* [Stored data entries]
def start_chart_exporter(*, wait: bool = True) -> ChartExporter:
    """Start (once) the process-wide exporter; later memos reuse its browser.

    It is stopped when the process exits, if no one stopped it before.

    Parameters
    ----------
    wait : bool, optional
        Whether to wait until the browser is ready; with False the browser starts in the
        background while the caller gets on with its work.

    Returns
    -------
    ChartExporter
        The process-wide exporter.

    Raises
    ------
    ChartsUnavailable
        If no browser is found, the timeout set in the environment is not allowed, or, with
        ``wait``, the browser does not start.
    """
    global _EXPORTER
    with _EXPORTER_LOCK:
        if _EXPORTER is None or not _EXPORTER.running:
            _EXPORTER = ChartExporter().start(wait=False)
            # A server or test process that exits without stopping it leaves no browser behind.
            atexit.unregister(stop_chart_exporter)
            atexit.register(stop_chart_exporter)
        exporter = _EXPORTER
    if wait:
        exporter._ready()
    return exporter


def stop_chart_exporter() -> None:
    """Close the process-wide exporter and its browser, if one was started."""
    global _EXPORTER
    with _EXPORTER_LOCK:
        exporter, _EXPORTER = _EXPORTER, None
    if exporter is not None:
        exporter.close()


def running_exporter() -> ChartExporter | None:
    """The process-wide exporter when it was started and is not closed, else None.

    Returns
    -------
    ChartExporter | None
        The running exporter, or None.
    """
    exporter = _EXPORTER
    return exporter if exporter is not None and exporter.running else None
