def evaluate(
    db: str | Path,
    truth_csv: str | Path,
    out_dir: str | Path,
    run_id: int | None = None,
    target_precision: float = 0.9,
    tolerance_s: float = 0.5,
    tracking_uri: str | None = None,
    complete_truth: bool = False,
    n_resamples: int = 2000,
    progress: Callable[[str], None] | None = None,
    deployment: str | Path | None = None,
) -> dict[str, Any]:
    """Judge a scoring run and the excess baseline against a truth table (docs/evaluation.md).

    Parameters
    ----------
    db : detection store
    truth_csv : label table (docs/formats.md) of the run's deployment; its files count as fully
        annotated, and only they are judged
    out_dir : folder for metrics.json, tables and figures (made if missing)
    run_id : int, optional, the scoring run (default the latest)
    target_precision : float, 0..1, precision the reported threshold must reach
    tolerance_s : float, s, widening of truth intervals for matching
    tracking_uri : str, optional, MLflow store holding the model's training run
        (default ``MLFLOW_TRACKING_URI``, else ``./mlflow.db`` where it exists)
    complete_truth : bool
        The truth table annotates every file of the deployment: the files it does not
        name hold no call and are judged too (their detections are false positives).
    n_resamples : int, bootstrap replicates over recording hours

    deployment : str or Path, optional; the run's deployment manifest where it has moved
        since scoring (same deployment name), else the store's record is used

    Returns
    -------
    dict, the content of metrics.json plus ``out`` (the folder)
    """
    if not 0.0 < target_precision < 1.0:
        raise InputError(f"--target-precision must be between 0 and 1, got {target_precision:g}")
    if not tolerance_s >= 0.0:
        raise InputError(f"--tolerance-s must be >= 0, got {tolerance_s:g}")
    if Path(out_dir).exists() and not Path(out_dir).is_dir():
        raise InputError(f"--out {out_dir}: is a file; give a folder for the evaluation's outputs")
    say = progress or (lambda line: None)
    t0 = time.perf_counter()
    con = open_store(db, create=False)
    try:
        run_id = latest_run_id(con, run_id)
        run = con.execute(
            "SELECT r.*, d.name AS deployment, d.manifest FROM runs r JOIN deployments d "
            "ON d.deployment_id=r.deployment_id WHERE r.run_id=?",
            (run_id,),
        ).fetchone()
        params = json.loads(run["parameters"])
        settings = DescriptorSettings(**{k: v for k, v in params["settings"].items() if k != "version"})
        # The store's own record is a resolved path; a moved deployment is named with
        # --deployment (the same deployment: its name must match the run's).
        manifest = Path(deployment) if deployment is not None else Path(run["manifest"] or params.get("manifest"))
        if not manifest.is_file():
            raise InputError(
                f"{manifest}: the run's deployment manifest is not there; restore it, or give its new place "
                f"with --deployment MANIFEST to evaluate run {run_id}"
            )
        dep = load_deployment(manifest)
        if dep.name != run["deployment"]:
            raise InputError(
                f"{manifest}: deployment {dep.name!r}, but run {run_id} scored {run['deployment']!r}; "
                "give that deployment's manifest"
            )
        # A file the run scored that the listing no longer finds (deleted, moved, renamed)
        # cannot be read now: its truth rows are left out and reported, like a broken file's.
        listed = {f.name for f in dep.files} | {x.name for x in dep.faults}
        for (name,) in con.execute(
            "SELECT f.name FROM files f JOIN run_files rf ON rf.file_id=f.file_id AND rf.run_id=? ORDER BY f.name",
            (run_id,),
        ):
            if name not in listed:
                dep.faults.append(FileFault(name, "no longer in the deployment's audio folder"))
        unreadable: list[tuple[str, str]] = []
        truth = read_label_table(truth_csv, [dep], unreadable)
        for name, error in unreadable:
            say(f"evaluate: {name} cannot be read ({error}); its truth rows are left out")
        files = {
            r["name"]: r
            for r in con.execute(
                "SELECT f.file_id, f.name, f.start_utc, f.duration_s, rf.status FROM files f "
                "LEFT JOIN run_files rf ON rf.file_id=f.file_id AND rf.run_id=? WHERE f.deployment_id=?",
                (run_id, run["deployment_id"]),
            )
        }
        truth_files = sorted({a.file for a in truth} | ({f.name for f in dep.files} if complete_truth else set()))
        judged = [f for f in truth_files if f in files and files[f]["status"] == "done"]
        not_scored = [f for f in truth_files if f not in judged]
        if not judged:
            raise InputError(
                f"{truth_csv}: none of its {len(truth_files)} files was scored in run {run_id}; "
                "score the deployment first or pass the right --run"
            )
        for name in not_scored:
            say(f"evaluate: {name} is in the truth table but was not scored in run {run_id}; left out")
    finally:
        con.close()

    classes = [c for c in json.loads(run["classes"]) if c != BACKGROUND]
    truth = [a for a in truth if a.file in set(judged)]
    say(f"evaluate: measuring the levels of {len(truth)} truth calls and running the excess baseline")
    detector = ExcessDetector()
    audio = _audio_pass(dep, judged, truth, settings, detector, say)
    # A file that cannot be read now is left out whole: its calls, detections and effort.
    keep = [i for i, a in enumerate(truth) if a.file not in audio["failed"]]
    judged = [f for f in judged if f not in audio["failed"]]
    truth = [truth[i] for i in keep]
    t_rl, t_snr = audio["received_level_db"][keep], audio["snr_db"][keep]
    if not judged:
        raise InputError(f"{truth_csv}: none of its files can be read now; check the deployment's audio")
    con = open_store(db, create=False)
    try:
        dets = _detections(con, run_id, files, judged)
    finally:
        con.close()
    named = {a.file for a in truth}
    unnamed = [f for f in judged if f not in named] if complete_truth else []
    b_file, b_start, b_end, b_score = audio["baseline"]
    labels_not_in_model = sorted({a.label for a in truth} - set(classes))
    t_file = [a.file for a in truth]
    t_label = [a.label for a in truth]
    t_start = np.array([a.start_s for a in truth])
    t_end = np.array([a.end_s for a in truth])
    file_code = {f: k for k, f in enumerate(judged)}
    t_code = np.array([file_code[f] for f in t_file], dtype=np.int64)
    start_epoch = np.array([epoch_s(files[f]["start_utc"]) for f in judged])
    t_hour = ((start_epoch[t_code] + t_start) // 3600).astype(np.int64)
    d_hour = ((start_epoch[dets["file_code"]] + dets["start_s"]) // 3600).astype(np.int64)
    effort = _effort_hours([(start_epoch[k], float(files[f]["duration_s"])) for k, f in enumerate(judged)])
    hour_index = {h: i for i, h in enumerate(effort)}
    # Position of each call's and each detection's hour among the hours with effort.
    t_hpos = np.array([hour_index[h] for h in t_hour], dtype=np.int64)
    d_hpos = np.array([hour_index[h] for h in d_hour], dtype=np.int64)

    say(f"evaluate: matching {len(dets['label'])} detections of run {run_id} to {len(truth)} truth calls")
    # The matching keys: same file, same label, as one integer per detection and call.
    label_code = {c: k for k, c in enumerate(dict.fromkeys([*classes, *t_label]))}
    n_labels = len(label_code)
    d_label_code = np.array([label_code.get(c, -1) for c in dets["label"]], dtype=np.int64)
    t_label_code = np.array([label_code[c] for c in t_label], dtype=np.int64)
    b_code = np.array([file_code[f] for f in b_file], dtype=np.int64)
    t_key = t_code * n_labels + t_label_code
    match = match_detections(
        dets["file_code"] * n_labels + d_label_code,
        dets["start_s"],
        dets["end_s"],
        dets["confidence"],
        t_key,
        t_start,
        t_end,
        tolerance_s,
    )

    per_class: dict[str, Any] = {}
    curves: dict[str, tuple[PrecisionRecall, PrecisionRecall]] = {}
    table_rows: list[dict[str, Any]] = []
    recall_rows: list[dict[str, Any]] = []
    operating: dict[str, float] = {}
    for c in classes:
        in_c = dets["label"] == c
        truth_c = np.asarray(t_label) == c
        n_truth = int(truth_c.sum())
        curve = precision_recall(dets["confidence"][in_c], match[in_c] >= 0, n_truth)
        points = _curve_points(curve, target_precision)
        tab = threshold_table(dets["confidence"][in_c], match[in_c] >= 0, n_truth, THRESHOLDS)
        for k in range(THRESHOLDS.size):
            table_rows.append(
                {"detector": "model", "label": c} | {key: _cell(tab[key][k]) for key in tab} | {"unit": "probability"}
            )
        # The operating point: the target-precision threshold where one exists, else F1's.
        thr = points["threshold_for_target_precision"]
        thr = thr if thr is not None else points.get("f1_optimal_threshold")
        thr = float(thr) if thr is not None else 1.0
        operating[c] = thr
        above = in_c & (dets["confidence"] >= thr)
        tp = above & (match >= 0)
        found = np.zeros(len(truth), dtype=bool)
        found[match[tp]] = True
        ci = bootstrap_over_hours(
            np.bincount(d_hpos[tp], minlength=len(effort)),
            np.bincount(d_hpos[above], minlength=len(effort)),
            np.bincount(t_hpos[found & truth_c], minlength=len(effort)),
            np.bincount(t_hpos[truth_c], minlength=len(effort)),
            n_resamples=n_resamples,
        )
        n_above, n_tp = int(above.sum()), int(tp.sum())
        presence = hour_presence(np.array(effort), t_hour[truth_c], d_hour[above])
        snr_bins = recall_by_bin(t_snr[truth_c], found[truth_c], SNR_EDGES_DB)
        rl_c = t_rl[truth_c]
        rl_edges = _level_edges(rl_c)
        rl_bins = recall_by_bin(rl_c, found[truth_c], rl_edges)
        for measure, bins in (("snr_db", snr_bins), ("received_level_db", rl_bins)):
            for k in range(bins["calls"].size):
                recall_rows.append({"label": c, "measure": measure} | {key: _cell(v[k]) for key, v in bins.items()})

        # The baseline: every floor-excess event is a candidate of this class, judged by the same rule.
        b_match = match_detections(
            b_code * n_labels + label_code[c],
            b_start,
            b_end,
            b_score,
            t_key,
            t_start,
            t_end,
            tolerance_s,
        )
        b_curve = precision_recall(b_score, b_match >= 0, n_truth)
        b_points = _curve_points(b_curve, target_precision)
        b_tab = threshold_table(b_score, b_match >= 0, n_truth, np.arange(3.0, 30.1, 1.0))
        for k in range(b_tab["threshold"].size):
            table_rows.append(
                {"detector": "baseline", "label": c} | {key: _cell(b_tab[key][k]) for key in b_tab} | {"unit": "dB"}
            )
        curves[c] = (curve, b_curve)
        per_class[c] = {
            "truth_calls": n_truth,
            "detections": int(in_c.sum()),
            "average_precision": _finite(average_precision(curve)),
        } | {k: _finite(v) if isinstance(v, float) else v for k, v in points.items()}
        per_class[c] |= {
            "operating_threshold": thr,
            "operating": {
                "detections": n_above,
                "true_positives": n_tp,
                "precision": _finite(n_tp / n_above) if n_above else None,
                "recall": _finite(found[truth_c].sum() / n_truth) if n_truth else None,
                "precision_ci95": [_finite(x) for x in ci["precision"]],
                "recall_ci95": [_finite(x) for x in ci["recall"]],
            },
            "hour_presence": {k: _finite(v) if isinstance(v, float) else v for k, v in presence.items()},
            "baseline": {
                "average_precision": _finite(average_precision(b_curve)),
                "events": int(b_score.size),
                "threshold_for_target_precision_db": b_points["threshold_for_target_precision"],
                "recall_at_target_precision": b_points["recall_at_target_precision"],
                "f1_at_optimal": b_points["f1_at_optimal"],
            },
        }

    confusion_labels, confusion = _confusion(dets, operating, t_file, t_label, t_start, t_end, tolerance_s, classes)
    metrics = {
        "run_id": run_id,
        "deployment": run["deployment"],
        "model_sha256": run["model_sha256"],
        "truth": str(Path(truth_csv).resolve()),
        "complete_truth": complete_truth,
        "files_judged": len(judged),
        "files_not_scored": not_scored,
        # With --complete-truth, judged files the table names no call in: their detections
        # are all false. Said on the terminal, since a table cut to some files turns every
        # detection in the others into a false positive.
        "files_without_truth_calls": unnamed,
        "detections_in_files_without_truth_calls": int(
            np.isin(dets["file_code"], [file_code[f] for f in unnamed]).sum()
        ),
        "files_unreadable": sorted({n for n, _ in unreadable} | audio["failed"]),
        "recorded_hours": round(sum(float(files[f]["duration_s"]) for f in judged) / 3600.0, 4),
        "effort_hours": len(effort),
        "tolerance_s": tolerance_s,
        "target_precision": target_precision,
        "bootstrap": {"unit": "recording hour", "resamples": n_resamples, "interval": "percentile, 95 %"},
        "baseline_detector": {
            "kind": "floor excess: in-band power over its running floor",
            "band_hz": [settings.low_hz, settings.high_hz],
            "floor": f"{settings.noise_percentile:g}th percentile over {settings.noise_span_s:g} s",
        }
        | asdict(detector),
        "labels_not_in_model": labels_not_in_model,
        "classes": per_class,
        "confusion": {"labels": confusion_labels, "counts": confusion.tolist()},
        # The model's first stage as recorded at training (None: a model without one).
        "cascade": params.get("cascade"),
        "caution": CAUTION,
        "seconds": round(time.perf_counter() - t0, 1),
    }
    out = Path(out_dir)
    out.mkdir(parents=True, exist_ok=True)
    (out / "metrics.json").write_text(json.dumps(metrics, indent=2) + "\n")
    _write_csv(out / "thresholds.csv", table_rows)
    _write_csv(out / "recall_by_level.csv", recall_rows)
    _write_matches(out / "matches.csv", dets, match, truth)
    _write_truth_calls(out / "truth_calls.csv", dets, match, truth, t_rl, t_snr)
    where = f"{run['deployment']}, run {run_id}"
    figures = _figures(out, curves, per_class, recall_rows, confusion_labels, confusion, where)
    logged = _log_to_mlflow(run["model_sha256"], run_id, out, metrics, tracking_uri)
    if logged:
        metrics["mlflow_run_id"] = logged
        (out / "metrics.json").write_text(json.dumps(metrics, indent=2) + "\n")
    return metrics | {"out": str(out), "figures": [str(p) for p in figures]}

* [Work to be completed]
The line with "def running_exporter() ->" marks the end; reproduce exactly every line from the start of the entries up to it, that line included.

* [Completed task]
def start_chart_exporter(*, wait: bool = True) -> ChartExporter:
    """Start (once) the process-wide exporter; later memos reuse its browser.

    It is stopped when the process exits, if no one stopped it before.

    Parameters
    ----------
    wait : bool, optional
        Whether to wait until the browser is ready; with False the browser starts in the
        background while the caller gets on with its work.

    Returns
    -------
    ChartExporter
        The process-wide exporter.

    Raises
    ------
    ChartsUnavailable
        If no browser is found, the timeout set in the environment is not allowed, or, with
        ``wait``, the browser does not start.
    """
    global _EXPORTER
    with _EXPORTER_LOCK:
        if _EXPORTER is None or not _EXPORTER.running:
            _EXPORTER = ChartExporter().start(wait=False)
            # A server or test process that exits without stopping it leaves no browser behind.
            atexit.unregister(stop_chart_exporter)
            atexit.register(stop_chart_exporter)
        exporter = _EXPORTER
    if wait:
        exporter._ready()
    return exporter


def stop_chart_exporter() -> None:
    """Close the process-wide exporter and its browser, if one was started."""
    global _EXPORTER
    with _EXPORTER_LOCK:
        exporter, _EXPORTER = _EXPORTER, None
    if exporter is not None:
        exporter.close()


def running_exporter() -> ChartExporter | None:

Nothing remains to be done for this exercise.